I used to marvel how they’d know
Which way to go to flow through ev’ry town.
But gravity cares none for to or fro,
For fast or slow,
As long as they flow down.
Rivers are boring when they’re straight,
But once they’ve earned the name of ‘great’,
They carve their many strands through delta sands,
While the hungry sea must wait.

The Groaning Trencher

from a listing on AliExpress

The Groaning Trencher

Sometimes, Burns Night falls on the second New Moon,
And that marks a brand New Year –
So the neeps and the cock-a-leekie share the serving spoon
As the beansprouts and riceballs appear.
From the docks of Kowloon to the mists of Brigadoon,
It all goes in the haggis, and the bamboo pipes the tune –
As we all sup together, from Scotland Yard to Scone,
In a typhoon of tartan cheer.
Now me, I am just a Sassenach poltroon
From the billabongs of Perth to the snows of Saskatoon –
But a shortbread in my green tea on a global afternoon,
And the paddy-fields of glens are very near.

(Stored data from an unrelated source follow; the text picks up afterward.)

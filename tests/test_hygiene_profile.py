"""Profile-likelihood limits (non-detects, weights, gamma and Weibull)."""

from __future__ import annotations

import numpy as np
import pytest
from scipy import stats
from scipy.optimize import minimize, minimize_scalar
from scipy.special import ndtri

from doseattr.core.exposure.fit import fit_measurements, prepare
from doseattr.core.exposure.registry import get_family
from doseattr.core.hygiene.lognormal_exact import mean_land, percentile_exact
from doseattr.core.hygiene.profile import (
    Profile,
    exceedance_target,
    mean_target,
    percentile_target,
    profile_bounds,
)

Z95 = float(ndtri(0.95))
CHI2_95 = float(stats.chi2.ppf(0.95, 1))


def _lognormal(n: int, seed: int, mu: float = 0.5, sigma: float = 0.9) -> np.ndarray:
    return np.exp(np.random.default_rng(seed).normal(mu, sigma, n))


def _censor(x: np.ndarray, dl: float) -> tuple[np.ndarray, np.ndarray]:
    return np.maximum(x, dl), x >= dl


@pytest.mark.parametrize("seed", [0, 1, 2])
def test_lognormal_profile_limits_approach_the_exact_ones_at_n50(seed):
    # asymptotic agreement with the exact non-central t UTL and Land's limits
    # (percentile_exact and mean_land, themselves checked against scipy.stats.nct
    # and by simulation). The profile uses the divisor-n MLE of sigma, so it sits
    # a few per cent low at n = 50: tolerance 6 % on the log scale for the
    # percentile, 4 % for the mean
    x = _lognormal(50, seed)
    data = prepare(x)
    for conf in (0.70, 0.95):
        exact = percentile_exact(x, confidence=conf)
        prof = profile_bounds("lognormal", data, percentile_target(0.95), confidence=conf)
        assert abs(np.log(prof.ucl / exact.ucl)) < 0.06
        assert abs(np.log(prof.upper / exact.upper)) < 0.06
        assert abs(np.log(prof.lower / exact.lower)) < 0.06
        land = mean_land(x, confidence=conf)
        pm = profile_bounds("lognormal", data, mean_target(), confidence=conf)
        assert abs(np.log(pm.ucl / land.ucl)) < 0.04
        assert abs(np.log(pm.upper / land.upper)) < 0.04


def _norm_censored_loglik(mu: float, sigma: float, y: np.ndarray, det: np.ndarray) -> float:
    # scipy.stats.norm on ln x: density for detected values, CDF at ln DL for
    # non-detects (the ln x Jacobian is the same for every parameter value)
    return float(stats.norm.logpdf(y[det], mu, sigma).sum()
                 + stats.norm.logcdf(y[~det], mu, sigma).sum())


def test_censored_lognormal_profile_limit_has_the_chi2_deviance():
    # independent route: scipy.stats.norm likelihood, 2-D Nelder-Mead for the MLE,
    # and at the returned limit q a 1-D search over sigma with mu = ln q - z95 sigma;
    # the deviance there must be the chi-square point (Venzon & Moolgavkar 1988, from memory)
    x, det = _censor(_lognormal(25, 4), 1.2)
    assert 4 <= (~det).sum() <= 15
    y = np.log(x)
    b = profile_bounds("lognormal", prepare(x, det), percentile_target(0.95), confidence=0.70)
    best = minimize(lambda p: -_norm_censored_loglik(p[0], np.exp(p[1]), y, det),
                    [y.mean(), np.log(y.std())], method="Nelder-Mead",
                    options={"xatol": 1e-10, "fatol": 1e-12, "maxiter": 5000})
    lmax = -best.fun
    assert b.estimate == pytest.approx(np.exp(best.x[0] + Z95 * np.exp(best.x[1])), rel=1e-5)
    for q, crit in ((b.ucl, ndtri(0.70) ** 2), (b.upper, CHI2_95), (b.lower, CHI2_95)):
        res = minimize_scalar(
            lambda ls, q=q: -_norm_censored_loglik(np.log(q) - Z95 * np.exp(ls), np.exp(ls), y, det),
            bounds=(best.x[1] - 3, best.x[1] + 3), method="bounded", options={"xatol": 1e-10})
        assert 2 * (lmax + res.fun) == pytest.approx(crit, abs=2e-4)


def test_gamma_limits_have_the_chi2_deviance_by_scipy_fit():
    # independent route: scipy.stats.gamma.fit (floc = 0) for the MLE, and at the
    # limit m of the mean a 1-D search over the shape k with scale m / k
    x = np.random.default_rng(9).gamma(2.5, 1.4, 30)
    b = profile_bounds("gamma", prepare(x), mean_target(), confidence=0.95)
    k, _, scale = stats.gamma.fit(x, floc=0)
    lmax = stats.gamma.logpdf(x, k, scale=scale).sum()
    assert b.estimate == pytest.approx(k * scale, rel=1e-5)
    for m, crit in ((b.ucl, ndtri(0.95) ** 2), (b.upper, CHI2_95), (b.lower, CHI2_95)):
        res = minimize_scalar(lambda lk, m=m: -stats.gamma.logpdf(x, np.exp(lk),
                                                                  scale=m / np.exp(lk)).sum(),
                              bounds=(np.log(k) - 3, np.log(k) + 3), method="bounded",
                              options={"xatol": 1e-10})
        assert 2 * (lmax + res.fun) == pytest.approx(crit, abs=1e-3)


@pytest.mark.parametrize("family", ["gamma", "weibull"])
def test_estimates_are_the_fitted_distributions_values(family):
    # the fitted distribution's own formulas (fit_measurements) at its MLE, with
    # non-detects and weights
    x, det = _censor(_lognormal(30, 5), 1.0)
    w = np.random.default_rng(6).uniform(0.5, 2.0, x.size)
    data = prepare(x, det, w)
    fit = fit_measurements(family, x, detected=det, weights=w)
    fam, p = get_family(family), fit.params
    limit = 6.0
    expected = {"p95": float(fam.ppf(0.95, p)[0]), "mean": float(fam.mean(p)),
                "exceedance": float(fam.sf(limit, p)[0])}
    targets = {"p95": percentile_target(0.95), "mean": mean_target(),
               "exceedance": exceedance_target(limit)}
    for key, target in targets.items():
        b = profile_bounds(family, data, target)
        assert b.estimate == pytest.approx(expected[key], rel=1e-6)
        assert b.lower < b.estimate < b.ucl < b.upper
        assert b.note == ""


def test_exceedance_near_one_stays_inside_zero_one():
    # closed form: an exceedance fraction lies in [0, 1]; with the limit far below
    # the data its estimate is near 1 and the search runs on the logit scale
    x = _lognormal(12, 8)
    b = profile_bounds("weibull", prepare(x, x > 1.0), exceedance_target(0.01))
    assert 0.0 < b.lower < b.estimate < 1.0
    assert b.ucl is not None and b.upper is not None
    assert b.estimate <= b.ucl <= b.upper <= 1.0


def test_an_unreached_limit_is_the_range_end_with_a_note():
    # a Weibull fitted to values near 1 puts P(X > 100) around 1e-100: its lower
    # profile limit lies beyond floating point, so the end of the range (0) is
    # returned with a note saying so
    x = np.exp(np.random.default_rng(2).normal(0, 0.5, 10))
    b = profile_bounds("weibull", prepare(x, x > 0.9), exceedance_target(100.0))
    assert b.lower == 0.0
    assert "not reached" in b.note
    assert b.ucl is not None and b.ucl > b.estimate


def _ucl_coverage(conf: float, reps: int, seed: int) -> tuple[float, float]:
    rng = np.random.default_rng(seed)
    mu, sigma, n = 0.0, np.log(2.5), 20
    dl = float(np.exp(mu + sigma * ndtri(0.30)))  # 30 % of values below detection
    true_p95 = float(np.exp(mu + Z95 * sigma))
    fam = get_family("lognormal")
    crit = float(ndtri(conf)) ** 2
    hits, censored = 0, 0
    for _ in range(reps):
        x, det = _censor(np.exp(rng.normal(mu, sigma, n)), dl)
        if det.sum() < 3:
            continue
        censored += int((~det).sum())
        ucl, _ = Profile(fam, prepare(x, det), percentile_target(0.95)).limit(crit, +1)
        hits += ucl is not None and ucl >= true_p95
    return hits / reps, censored / (reps * n)


@pytest.mark.slow
@pytest.mark.parametrize("conf", [0.70, 0.95])
def test_censored_utl_covers_by_simulation(conf):
    # simulation, seeded: n = 20, GSD 2.5, detection limit at the 30th percentile;
    # 400 replicates. Binomial SE 0.023 at 0.70 and 0.011 at 0.95; the profile
    # method is asymptotic, so the tolerance is 4 SE
    reps = 400
    coverage, share = _ucl_coverage(conf, reps, seed=int(100 * conf))
    assert 0.25 < share < 0.35
    assert abs(coverage - conf) < 4 * np.sqrt(conf * (1 - conf) / reps)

Can I just say what a wonderfully weird experience it is to hear someone read Address to the Haggis in an unapologetically RP accent ?

England without the English

Hackpen White Horse by Martyn Pattison is licensed under CC-BY-SA 2.0

England without the English

A strange village, this.  But why ?
The pub is near the village hall,
The church is near the school.
The pear trees over-reach the wall,
Beside the milking stool.
So where precisely does the oddness lie ?

I think it’s in the accents heard –
But not of locals, rather Poles,
They say “howzat” and “’pon my word”
And land the choice Mikado roles.
No reason why they shouldn’t, true,
But still…they’re more than quite a few…

A strange village this, no doubt.
There’s thatch as far as one can see,
And rolling downs for views.
So why do folks from Italy
Fill Church-of-England pews,
While Argentines keep bees and run the scouts ?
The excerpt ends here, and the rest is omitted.